Redemption is the root of the race problem in America. He feels that goals of "diversity" and "multiculturalism" are being undercut because of redemption. These goals are being interrupted by quotas and other such elements to simply make things more accessible to blacks and other minorities. Therefore, democracy is being challenged because people are given privileges due to their skin color and people are not being able to represent themselves because another is defining the problem for them.

Wrestling With Stigma

According to Steele, how we go about solving race-related problems is shaped by the stigmatization of whites, not the actual needs of blacks. Whites are stigmatized as being racists. Racial shame is associated with whites. Since whites are stigmatized as racists, blacks can manipulate them. Thus, blacks gain power by the stigma. Likewise, blacks have been stigmatized as inferior to whites. Therefore, whites may gain power off of that. Because of the stigma associated with whites, our nation's concepts like advancement by merit and an emphasis on individual rights are disregarded. Affirmative action programs and group preferences are changing the whole democracy in America. Our so called reforms have left the black race unchallenged and less motivated to achieve what the white man as the ability to achieve. "Iconography" is created when racial reform only exists for what it depicts, not for what it actually does. Once one is stigmatized, he or she try to reform his or herself by changing their appearances. When this occurs "stigma fighting" is encountered. Because of the stigma, blacks are inferior, slavery and segregation took place in the past. Now "culture preferences" are resulting because of the white stigma as racists. Accordingly, democracy is fading due to theses stigmas and guilt trips.

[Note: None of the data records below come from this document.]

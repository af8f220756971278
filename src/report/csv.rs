//! `points.csv`: one row per drive point — stage, process corner, temperature, frequency and
//! amplitude — for spreadsheets and scripts.

use super::{Harmonics, Report};

/// Streams the drive points as CSV into `sink` (buffered by the CSV writer; dB figures empty
/// below the analysis floor).
///
/// Numbers are written in their shortest round-trip form, so a script reading the table gets
/// back exactly the values of `report.json`.
pub fn write_points_csv<W: std::io::Write>(report: &Report, sink: W) -> Result<(), csv::Error> {
    let mut writer = csv::Writer::from_writer(sink);
    let highest = report
        .points
        .iter()
        .map(|p| p.harmonics.highest_order())
        .max()
        .unwrap_or(1);
    let mut header: Vec<String> = [
        "stage",
        "corner",
        "temperature_c",
        "frequency_hz",
        "amplitude_v",
        "fundamental_v",
        "gain_db",
    ]
    .map(String::from)
    .to_vec();
    header.extend((2..=highest).map(|k| Harmonics::field_name(k).into_owned()));
    header.extend(
        [
            "thd_dbc",
            "im3_dbc",
            "im2_dbc",
            "single_ended_hd2_dbc",
            "single_ended_hd3_dbc",
            "samples",
            "region",
            "collector_base_margin_v",
        ]
        .map(String::from),
    );
    writer.write_record(&header)?;
    let mut text = ryu::Buffer::new();
    let mut number = |writer: &mut csv::Writer<W>, value: Option<f64>| match value {
        Some(v) if v.is_finite() => writer.write_field(text.format_finite(v)),
        Some(v) => writer.write_field(v.to_string()),
        None => writer.write_field(""),
    };
    for p in &report.points {
        writer.write_field(&p.stage)?;
        writer.write_field(&p.corner)?;
        for value in [
            p.temperature_c,
            p.frequency_hz,
            p.amplitude_v,
            p.fundamental_v,
            p.gain_db,
        ] {
            number(&mut writer, Some(value))?;
        }
        for order in 2..=highest {
            number(&mut writer, p.harmonic(order))?;
        }
        for value in [
            p.thd_dbc,
            p.im3_dbc.flatten(),
            p.im2_dbc.flatten(),
            p.single_ended_hd2_dbc,
            p.single_ended_hd3_dbc,
        ] {
            number(&mut writer, value)?;
        }
        writer.write_field(p.samples.to_string())?;
        writer.write_field(p.region.name())?;
        number(&mut writer, Some(p.collector_base_margin_v))?;
        writer.write_record(None::<&[u8]>)?;
    }
    writer.flush()?;
    Ok(())
}

#[cfg(test)]
mod tests {
    use super::*;

    fn point(corner: &str) -> super::super::PointRecord {
        serde_json::from_value(serde_json::json!({
            "stage": "s", "temperature_c": -40.0, "frequency_hz": 100.0,
            "amplitude_v": 0.02, "fundamental_v": 0.2, "gain_db": 20.0,
            "hd2_dbc": null, "hd3_dbc": -60.5, "thd_dbc": -60.5,
            "single_ended_fundamental_v": 0.1, "single_ended_hd2_dbc": null,
            "single_ended_hd3_dbc": -60.5, "samples": 64, "region": "forward-active",
            "collector_base_margin_v": 1.0, "min_current_fraction": 0.3, "corner": corner,
        }))
        .unwrap()
    }

    /// Points that differ only by corner are distinct rows: the key (stage, corner,
    /// temperature, frequency, amplitude) is unique, so a spreadsheet can tell them apart.
    #[test]
    fn every_row_names_its_corner() {
        let report: Report = serde_json::from_value(serde_json::json!({
            "plan": "p", "points": [], "intercepts": [], "monte_carlo": [], "yield": [],
            "budget": [], "sizing": [], "stages": [], "warnings": [], "met": true,
            "caution": "", "analysis": {"analysis_floor_dbc": -200.0, "thd_harmonics": 9,
            "convergence_db": 0.001, "steering_fraction": 0.95, "version": "0"}
        }))
        .unwrap();
        let report = Report {
            points: vec![point("typical"), point("slow"), point("fast")],
            ..report
        };
        let mut text = Vec::new();
        write_points_csv(&report, &mut text).unwrap();
        let mut reader = csv::Reader::from_reader(text.as_slice());
        let header = reader.headers().unwrap().clone();
        assert_eq!(&header[0], "stage");
        assert_eq!(&header[1], "corner");
        let keys: std::collections::BTreeSet<String> = reader
            .records()
            .map(|r| {
                let r = r.unwrap();
                (0..5)
                    .map(|i| r[i].to_owned())
                    .collect::<Vec<_>>()
                    .join(",")
            })
            .collect();
        assert_eq!(keys.len(), 3, "{keys:?}");
    }
}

Liberal Bias and the Zone of Decency

This essay looks at the effects of "group preferences" and exhibits a decency scale that should be followed in our society. Instead of looking to master diversity problems, schools are allowing groups of people in because their races are underrepresented. This raises many issues. Merit is a long standing principle of the American Dream and I, agreeing with Steele, would have to wonder if allowing people to have an education based on skin color only is appropriate. I would have to say no. However, I do feel like, because I am white, blacks are entitled to certain preferences. This Steele would label as "white redemption." I can see Steele's argument that group preferences undermine the abilities of blacks. Yet, I feel they are owed. Steele comments that whites enter the zone of decency by supporting preferences. But in the long run these preferences are inhibiting blacks from advancement and achievement. Therefore, blacks are indirectly victimized by whites.

The New Sovereignty

Due to the civil rights movement, the color of skin could not keep one from entering a certain facility, receiving an equal education, and eating at a particular diner. By the late 1970s, the color of your skin could actually get you into a specific school and guarantee you certain grants and scholarships. Steele acknowledges that college campuses are separated in many ways. They have separate "ethnic" themes, policies, studies, and lounges. Women even have their own organizations and studies. Steele maintains that people should be responsible for themselves and subsequently have their own power. Blacks are not the only ones to suffer from redemptive actions. Other groups like women, Hispanics, and Asians are also being effected. The new sovereignty that is taking place is bringing a power that continues to victimize others.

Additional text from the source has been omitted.